The Irrawaddy News Magazine [Covering Burma and Southeast Asia]

Burma-North Korea Ties Resurface as Hot Issue
By WAI MOE Wednesday, May 12, 2010

Military ties between Burma and North Korea, and the related issue of Burma's suspected nuclear development program, have come front and center once again as a regional topic of debate following the visit to Burma on Monday by United States envoy Kurt Campbell, the assistant secretary of state for East Asian and Pacific affairs.

Campbell's visit came on the heels of a report in April that a vessel linked to North Korea had arrived in Thilawar Port, near Rangoon, and one of Campbell's key meetings was with Burmese Minister of Science and Technology U Thaung, a former ambassador to the United States who is said to manage Burma’s nuclear development program.

The Kang Nam I cargo ship docked at a port in Yangon on May 21, 2007. (Photo: Getty Image)

According to a report in state-controlled The New Light of Myanmar on Wednesday, U Thaung's message to the US envoy was ambiguous. While acknowledging that the Burmese government had publicly announced its agreement to comply with United Nations Security Council resolutions 1718 and 1874, which ban all North Korean arms exports, U Thaung also said the Burmese government has “the duty to maintain and protect national sovereignty.”

Following the meeting with U Thaung, the US envoy issued a strong warning concerning Burma's arms purchases from North Korea, which some analysts suspect include nuclear technology.

And after leaving Burma, Campbell flew to Beijing, where his discussions with Chinese officials regarding North Korea are expected to include the relationship between Pyongyang and Naypyidaw.

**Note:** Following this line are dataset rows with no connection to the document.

package baselines

import (
	"encoding/csv"
	"fmt"
	"math"
	"strings"

	"github.com/golang/geo/r3"

	"github.com/geored/geored/io/obsfile"
	"github.com/geored/geored/io/units"
	"github.com/geored/geored/reduce/audit"
)

// parser checks one row.
type parser struct {
	file string
	line int
	col  map[string]int
	cr   *csv.Reader
	unit units.LengthUnit
	row  row
	// delim is the file's delimiter, mark its decimal mark (0 while no
	// number has shown one: a point reads them), first on markLine.
	delim    obsfile.Delimiter
	mark     units.DecimalMark
	markLine int
}

// decimalMark is the mark to read the row's numbers with.
func (p *parser) decimalMark() units.DecimalMark {
	if p.mark == 0 {
		return units.DecimalPoint
	}
	return p.mark
}

// get is the value of column name as written ("" when the file has no
// such column).
func (r *row) get(name string) string {
	switch name {
	case "id":
		return r.ID
	case "from":
		return r.From
	case "to":
		return r.To
	case "kind":
		return r.Kind
	case "distance":
		return r.Distance
	case "sigma":
		return r.Sigma
	case "dx":
		return r.DX
	case "dy":
		return r.DY
	case "dz":
		return r.DZ
	case "sigma_x":
		return r.SigmaX
	case "sigma_y":
		return r.SigmaY
	case "sigma_z":
		return r.SigmaZ
	case "cov_xx":
		return r.CovXX
	case "cov_xy":
		return r.CovXY
	case "cov_xz":
		return r.CovXZ
	case "cov_yy":
		return r.CovYY
	case "cov_yz":
		return r.CovYZ
	case "cov_zz":
		return r.CovZZ
	case "applied_ppm":
		return r.AppliedPPM
	case "applied_prism_constant_mm":
		return r.PrismMM
	}
	return ""
}

// raw is the row's known fields in the header's order, joined by commas.
func (r *row) raw(header []string, d obsfile.Delimiter) string {
	f := make([]string, len(header))
	for i, h := range header {
		f[i] = r.get(h)
	}
	return obsfile.JoinRow(f, d)
}

func (p *parser) fieldError(name, want string, cause error) error {
	e := &obsfile.FieldError{File: p.file, Line: p.line, Field: name, Value: p.row.get(name), Want: want, Err: cause}
	if i, ok := p.col[name]; ok {
		e.Line, e.Column = p.cr.FieldPos(i)
		e.Column = i + 1
	}
	return e
}

func (p *parser) rowError(want string) error {
	return &obsfile.FieldError{File: p.file, Line: p.line, Want: want}
}

func (p *parser) blank(name string) bool { return strings.TrimSpace(p.row.get(name)) == "" }

// length reads a length in the job's unit, metres out, in [lo, hi].
func (p *parser) length(name, want string, lo, hi float64) (float64, error) {
	s := strings.TrimSpace(p.row.get(name))
	if s == "" {
		return 0, p.fieldError(name, want, nil)
	}
	v, err := units.ParseLengthMark(name, s, p.unit, p.decimalMark())
	if err != nil {
		return 0, p.fieldError(name, want+obsfile.MarkNote(p.delim, p.mark, p.markLine, s), err)
	}
	if v < lo || v > hi {
		return 0, p.fieldError(name, want, nil)
	}
	return v, nil
}

// number reads a plain number in [lo, hi].
func (p *parser) number(name, want string, lo, hi float64) (float64, error) {
	s := strings.TrimSpace(p.row.get(name))
	v, err := units.ParseFloatMark(s, p.decimalMark())
	if err != nil || math.IsNaN(v) || v < lo || v > hi {
		return 0, p.fieldError(name, want+obsfile.MarkNote(p.delim, p.mark, p.markLine, s), err)
	}
	return v, nil
}

var (
	vectorColumns = []string{"dx", "dy", "dz"}
	sigmaColumns  = []string{"sigma_x", "sigma_y", "sigma_z"}
	covColumns    = []string{"cov_xx", "cov_xy", "cov_xz", "cov_yy", "cov_yz", "cov_zz"}
)

func (p *parser) parse(r row) (audit.Baseline, error) {
	p.row = r
	b := audit.Baseline{ID: strings.TrimSpace(r.ID), File: p.file, Line: p.line,
		From: strings.TrimSpace(r.From), To: strings.TrimSpace(r.To)}
	if b.From == "" {
		return b, p.fieldError("from", "the id of the start mark", nil)
	}
	if b.To == "" {
		return b, p.fieldError("to", "the id of the end mark", nil)
	}
	if b.From == b.To {
		return b, p.fieldError("to", fmt.Sprintf("a mark other than the start mark %q", b.From), nil)
	}
	kind := strings.ToLower(strings.TrimSpace(r.Kind))
	if kind == "vector" {
		b.IsVector = true
		v, err := p.vector()
		b.Vector = v
		return b, err
	}
	for _, k := range audit.Kinds {
		if kind == k.String() {
			d, err := p.distance(k)
			b.Distance = d
			return b, err
		}
	}
	return b, p.fieldError("kind", "grid, ellipsoid, ground, sea-level or vector", nil)
}

func (p *parser) distance(k audit.Kind) (audit.Distance, error) {
	d := audit.Distance{Kind: k}
	for _, c := range append(append(append([]string{}, vectorColumns...), sigmaColumns...), covColumns...) {
		if !p.blank(c) {
			return d, p.fieldError(c, "blank on a "+k.String()+" distance (vector columns are for kind vector)", nil)
		}
	}
	var err error
	unit := p.unit.String()
	if d.Value, err = p.length("distance", "a distance in "+unit+", above 0 and at most 1000 km", 1e-3, maxLength); err != nil {
		return d, err
	}
	if d.Sigma, err = p.length("sigma", "the distance's stated σ in "+unit+", above 0 and at most 10 m", 1e-9, maxSigma); err != nil {
		return d, err
	}
	if !p.blank("applied_ppm") {
		if d.AppliedPPM, err = p.number("applied_ppm", "the ppm applied, a number from -1000 to 1000", -1000, 1000); err != nil {
			return d, err
		}
		d.HasAppliedPPM = true
	}
	if !p.blank("applied_prism_constant_mm") {
		var mm float64
		if mm, err = p.number("applied_prism_constant_mm", "the prism constant applied in mm, from -100 to 100", -100, 100); err != nil {
			return d, err
		}
		d.PrismConstant, d.HasPrismConstant = mm*1e-3, true
	}
	return d, nil
}

func (p *parser) vector() (audit.Vector, error) {
	var v audit.Vector
	unit := p.unit.String()
	for _, c := range []string{"distance", "sigma", "applied_ppm", "applied_prism_constant_mm"} {
		if !p.blank(c) {
			return v, p.fieldError(c, "blank on a vector (distance columns are for the distance kinds)", nil)
		}
	}
	var xyz [3]float64
	for i, c := range vectorColumns {
		var err error
		if xyz[i], err = p.length(c, "the vector's component in "+unit+", within ±1000 km", -maxLength, maxLength); err != nil {
			return v, err
		}
	}
	v.Delta = r3.Vector{X: xyz[0], Y: xyz[1], Z: xyz[2]}
	if n := v.Delta.Norm(); n < 1e-3 || n > maxLength {
		return v, p.rowError(fmt.Sprintf("a vector of length above 1 mm and at most 1000 km, not %.4g m", n))
	}
	hasSigma, hasCov := false, false
	for _, c := range sigmaColumns {
		hasSigma = hasSigma || !p.blank(c)
	}
	for _, c := range covColumns {
		hasCov = hasCov || !p.blank(c)
	}
	switch {
	case hasSigma && hasCov:
		return v, p.rowError("either sigma_x, sigma_y, sigma_z or the six cov_ columns, not both")
	case hasSigma:
		var s [3]float64
		for i, c := range sigmaColumns {
			var err error
			if s[i], err = p.length(c, "the component's σ in "+unit+", above 0 and at most 10 m", 1e-9, maxSigma); err != nil {
				return v, err
			}
		}
		v.Cov = audit.DiagonalCovariance(s[0], s[1], s[2])
	case hasCov:
		var c [6]float64
		sq := float64(p.unit) * float64(p.unit)
		for i, name := range covColumns {
			lo, hi := float64(-maxSigma*maxSigma), float64(maxSigma*maxSigma)
			x, err := p.number(name, "a covariance in "+unit+"², within ±100 m²", lo/sq, hi/sq)
			if err != nil {
				return v, err
			}
			c[i] = x * sq
		}
		v.Cov = audit.Covariance{{c[0], c[1], c[2]}, {c[1], c[3], c[4]}, {c[2], c[4], c[5]}}
		if !v.Cov.PositiveDefinite() {
			return v, p.rowError("a positive definite covariance (cov_xx, cov_yy, cov_zz above 0 and the correlations below 1)")
		}
	default:
		return v, p.rowError("the vector's σ: sigma_x, sigma_y, sigma_z or the six cov_ columns")
	}
	return v, nil
}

US-based policy advisers have warned Washington that ties between Burma and North Korea threaten regional stability.

“Several factors could intensify the threat that Burma poses to regional stability and security, including its murky relationship with North Korea,” said Asia Society, an influential New York think-tank, in a report on Burma published in March.

Further talks regarding the ties between Burma and North Korea are likely to be scheduled for the upcoming Association of Southeast Asian Nations’ regional forum, to be held in Hanoi in July. US Secretary of State Hillary Clinton and Jim Webb, the chairman of the US Senate’s committee for East Asia and Pacific Affairs, are expected to attend the forum.

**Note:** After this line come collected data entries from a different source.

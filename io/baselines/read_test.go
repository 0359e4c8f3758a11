package baselines

import (
	"strings"
	"testing"

	"github.com/stretchr/testify/assert"
	"github.com/stretchr/testify/require"

	"github.com/geored/geored/io/obsfile"
	"github.com/geored/geored/io/units"
	"github.com/geored/geored/reduce/audit"
)

const mm = 1e-3

func TestReadKinds(t *testing.T) {
	in := `# delivered by the subcontractor
id,from,to,kind,distance,sigma,dx,dy,dz,sigma_x,sigma_y,sigma_z,applied_ppm,applied_prism_constant_mm
d1,K1,K2,grid,1234.5678,0.003,,,,,,,12.5,-30
d2,K1,K3,Ellipsoid,2000,0.004,,,,,,,,
d3,K2,K3,ground,1500.25,0.002,,,,,,,,
d4,K3,K4,sea-level,800,0.002,,,,,,,,
v1,K1,K4,vector,,,-412.3456,1020.5,377.125,0.002,0.003,0.004,,
`
	res, err := Read(strings.NewReader(in), "b.csv", units.Metre)
	require.NoError(t, err)
	require.Empty(t, res.Rejects)
	require.Len(t, res.Baselines, 5)
	assert.Equal(t, 5, res.Read)
	b := res.Baselines
	assert.Equal(t, audit.Grid, b[0].Distance.Kind)
	assert.Equal(t, 3, b[0].Line, "line of d1 after the comment and the header")
	assert.Equal(t, "d1,K1,K2,grid,1234.5678,0.003,,,,,,,12.5,-30", b[0].Raw, "the row as written")
	assert.Equal(t, 1234.5678, b[0].Distance.Value)
	assert.True(t, b[0].Distance.HasAppliedPPM)
	assert.Equal(t, 12.5, b[0].Distance.AppliedPPM)
	assert.InDelta(t, -30*mm, b[0].Distance.PrismConstant, 1e-15)
	assert.Equal(t, audit.Ellipsoid, b[1].Distance.Kind, "kind is read without regard to case")
	assert.False(t, b[1].Distance.HasAppliedPPM)
	assert.Equal(t, audit.Ground, b[2].Distance.Kind)
	assert.Equal(t, audit.SeaLevel, b[3].Distance.Kind)
	v := b[4]
	require.True(t, v.IsVector)
	assert.Equal(t, -412.3456, v.Vector.Delta.X)
	assert.InDelta(t, 0.004*0.004, v.Vector.Cov[2][2], 1e-18)
	assert.Equal(t, 0.0, v.Vector.Cov[0][1])
}

// TestReadUSFeet: lengths and covariances convert from the job's unit at
// the edge (US survey foot 1200/3937 m, NIST SP 811).
func TestReadUSFeet(t *testing.T) {
	in := "from,to,kind,distance,sigma,dx,dy,dz,cov_xx,cov_xy,cov_xz,cov_yy,cov_yz,cov_zz\n" +
		"A,B,grid,3937,0.01,,,,,,,,,\n" +
		"A,C,vector,,,3937,0,-3937,0.0001,0,0,0.0001,0.00005,0.0004\n"
	res, err := Read(strings.NewReader(in), "ft.csv", units.USSurveyFoot)
	require.NoError(t, err)
	require.Empty(t, res.Rejects)
	assert.InDelta(t, 1200, res.Baselines[0].Distance.Value, 1e-9)
	assert.InDelta(t, 0.01*1200/3937, res.Baselines[0].Distance.Sigma, 1e-15)
	v := res.Baselines[1].Vector
	assert.InDelta(t, -1200, v.Delta.Z, 1e-9)
	f := 1200.0 / 3937
	assert.InDelta(t, 0.00005*f*f, v.Cov[1][2], 1e-18)
	assert.Equal(t, v.Cov[1][2], v.Cov[2][1])
}

func TestReadRejects(t *testing.T) {
	in := `from,to,kind,distance,sigma,dx,dy,dz,sigma_x,sigma_y,sigma_z,cov_xx,cov_xy,cov_xz,cov_yy,cov_yz,cov_zz,extra
A,B,grid,12x,0.003,,,,,,,,,,,,,
A,A,grid,100,0.003,,,,,,,,,,,,,
A,B,slope,100,0.003,,,,,,,,,,,,,
A,B,grid,100,,,,,,,,,,,,,,
A,B,grid,100,0.003,1,,,,,,,,,,,,
A,B,vector,,,1,2,3,,,,,,,,,,
A,B,vector,,,1,2,3,0.01,0.01,0.01,0.0001,0,0,0.0001,0,0.0001,
A,B,vector,,,1,2,3,,,,0.0001,0.0002,0,0.0001,0,0.0001,
A,B,grid,100
A,B,grid,-5,0.003,,,,,,,,,,,,,
A,B,vector,,,10,20,30,0.01,0.01,0.01,,,,,,,
`
	res, err := Read(strings.NewReader(in), "bad.csv", units.Metre)
	require.NoError(t, err)
	require.Len(t, res.Warnings, 1)
	assert.Contains(t, res.Warnings[0].String(), `unknown column "extra"`)
	assert.Equal(t, 11, res.Read)
	assert.Len(t, res.Baselines, 1, "only the last row is good")
	require.Len(t, res.Rejects, 10)
	want := []string{
		`bad.csv:2:4: distance "12x": want a distance in m`,
		`bad.csv:3:2: to "A": want a mark other than the start mark "A"`,
		`bad.csv:4:3: kind "slope": want grid, ellipsoid, ground, sea-level or vector`,
		`bad.csv:5:5: sigma "": want the distance's stated σ`,
		`bad.csv:6:6: dx "1": want blank on a grid distance`,
		`bad.csv:7: want the vector's σ`,
		`bad.csv:8: want either sigma_x`,
		`bad.csv:9: want a positive definite covariance`,
		`bad.csv:10:`,
		`bad.csv:11:4: distance "-5"`,
	}
	for i, w := range want {
		assert.Contains(t, res.Rejects[i].Reason, w, "reject %d", i)
		assert.Equal(t, i+2, res.Rejects[i].Line, "reject %d", i)
	}
	assert.Contains(t, res.Rejects[8].Reason, "wrong number of fields")
	assert.Equal(t, "A,B,grid,12x,0.003,,,,,,,,,,,,,", res.Rejects[0].Raw, "the raw row keeps every column")
}

func TestReadHeader(t *testing.T) {
	_, err := Read(strings.NewReader(""), "e.csv", units.Metre)
	var he *obsfile.HeaderError
	require.ErrorAs(t, err, &he)
	assert.Contains(t, err.Error(), "empty")
	_, err = Read(strings.NewReader("from,kind,distance\nA,grid,1\n"), "h.csv", units.Metre)
	require.ErrorAs(t, err, &he)
	assert.Contains(t, err.Error(), "h.csv:1: header: missing required column(s) to")
	_, err = Read(strings.NewReader("from,to,kind,From\n"), "d.csv", units.Metre)
	require.ErrorAs(t, err, &he)
	assert.Contains(t, err.Error(), `column "from" appears twice`)
}

// The same baselines written with semicolons and decimal commas, or with
// tabs, read as the comma file does; in a file with decimal commas a
// point is refused at its line and column, and a missing column names
// the delimiter.
func TestReadSemicolonAndTab(t *testing.T) {
	in := "id,from,to,kind,distance,sigma,dx,dy,dz,sigma_x,sigma_y,sigma_z,applied_ppm,applied_prism_constant_mm\n" +
		"d1,K1,K2,grid,1234.5678,0.003,,,,,,,12.5,-30\n" +
		"v1,K1,K4,vector,,,-412.3456,1020.5,377.125,0.002,0.003,0.004,,\n"
	want, err := Read(strings.NewReader(in), "b.csv", units.Metre)
	require.NoError(t, err)
	require.Len(t, want.Baselines, 2)
	semi := strings.NewReplacer(",", ";", ".", ",").Replace(in)
	tab := strings.ReplaceAll(in, ",", "\t")
	for _, text := range []string{semi, tab} {
		got, err := Read(strings.NewReader(text), "b.csv", units.Metre)
		require.NoError(t, err, text)
		require.Empty(t, got.Rejects, text)
		require.Len(t, got.Baselines, len(want.Baselines))
		for i := range got.Baselines {
			assert.Equal(t, strings.Split(text, "\n")[i+1], got.Baselines[i].Raw) // as written
			got.Baselines[i].Raw = want.Baselines[i].Raw
		}
		assert.Equal(t, want.Baselines, got.Baselines, text) // exact: the same digits
	}
	got, err := ReadDelimited(strings.NewReader(semi+"d2;K1;K3;grid;2000.5;0,004;;;;;;;;\n"), "b.csv", units.Metre, obsfile.Semicolon)
	require.NoError(t, err)
	require.Len(t, got.Rejects, 1)
	assert.Contains(t, got.Rejects[0].Reason, `b.csv:4:5: distance "2000.5": want a distance in m, above 0 and at most 1000 km; the file writes its decimal mark as ',' (first on line 2)`)
	_, err = ReadDelimited(strings.NewReader(semi), "b.csv", units.Metre, obsfile.Comma)
	require.Error(t, err)
	assert.Contains(t, err.Error(), "missing required column(s) from, to, kind; found id;from;to;kind;")
	assert.Contains(t, err.Error(), "(the columns split at ',', as the job's delimiter setting says; set delimiter")
}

Security experts agree that North Korea has provided Burma with Scud-type missiles, missile parts, rocket launchers, other conventional weapons and underground warfare technology.

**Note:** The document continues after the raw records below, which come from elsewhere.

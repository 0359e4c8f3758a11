// Package baselines reads a subcontractor's delivered baselines CSV: per
// row either a distance of a stated kind with its σ, or a GNSS vector
// with a σ per component or a full covariance. Values are checked at the
// edge, converted from the job's length unit to metres, and every bad row
// is reported with its file, line, column, value and what was expected;
// nothing is dropped silently (Result.Read = len(Baselines) +
// len(Rejects)).
//
// Columns (a header row, columns in any order, # comment lines):
//
//	from, to, kind                  required; kind is grid, ellipsoid,
//	                                ground, sea-level or vector
//	id                              optional name of the row
//	distance, sigma                 a distance and its stated σ (length unit)
//	dx, dy, dz                      a vector, start mark to end mark, in the
//	                                CRS datum's geocentric frame (length unit)
//	sigma_x, sigma_y, sigma_z       its σ per component (length unit), or
//	cov_xx, cov_xy, cov_xz,         its covariance (length unit squared)
//	cov_yy, cov_yz, cov_zz
//	applied_ppm                     the ppm the subcontractor applied (ppm)
//	applied_prism_constant_mm       the prism constant they applied (mm)
package baselines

The debate now centers on Burma's nuclear development capabilities and the extent to which North Korea is supporting such capabilities.

An intelligence report suggested that at least 1,000 Burmese military personnel have graduated from nuclear technology programs in Russia and North Korea in the past year.

According to observers, and data from Burma’s Ministry of Energy, there are nine uranium mines in Burma, and some security analysts believe that in exchange for North Korean nuclear technology and expertise, the Burmese regime has exported enriched uranium and primary products to North Korea.

Desmond Ball, an Australian expert on Burma, wrote a 2009 report that, quoting Burmese defectors, said the Burmese armed forces established a ‘nuclear battalion’ in 2000 whose operational base includes an underground complex in the mountains southwest of Naung Laing, near Pyin Oo Lwin, where the regime is reportedly constructing a nuclear reactor.

Ball's report said that with North Korea's aide the reactor in Naung Laing could be completed around 2012 and Burma could develop its first deliverable nuclear weapons by 2020.

Although it is presently unclear how North Korea manages to smuggle arms and technology into Burma, speculation over the North Korean vessel that arrived in Rangoon in April followed the controversy last June when the Kang Nam 1, a North Korean vessel believed to be heading to Burma, made a u-turn in the South China Sea after being tailed by a US Destroyer.

Some observers believe that North Korea may also ship arms to Burma by air through China. Sources in Meiktila, in central Burma, have reported seeing military cargoes, believed to be from China and North Korea, arriving at Meiktila Airport, which serves as a Burmese Air Force base.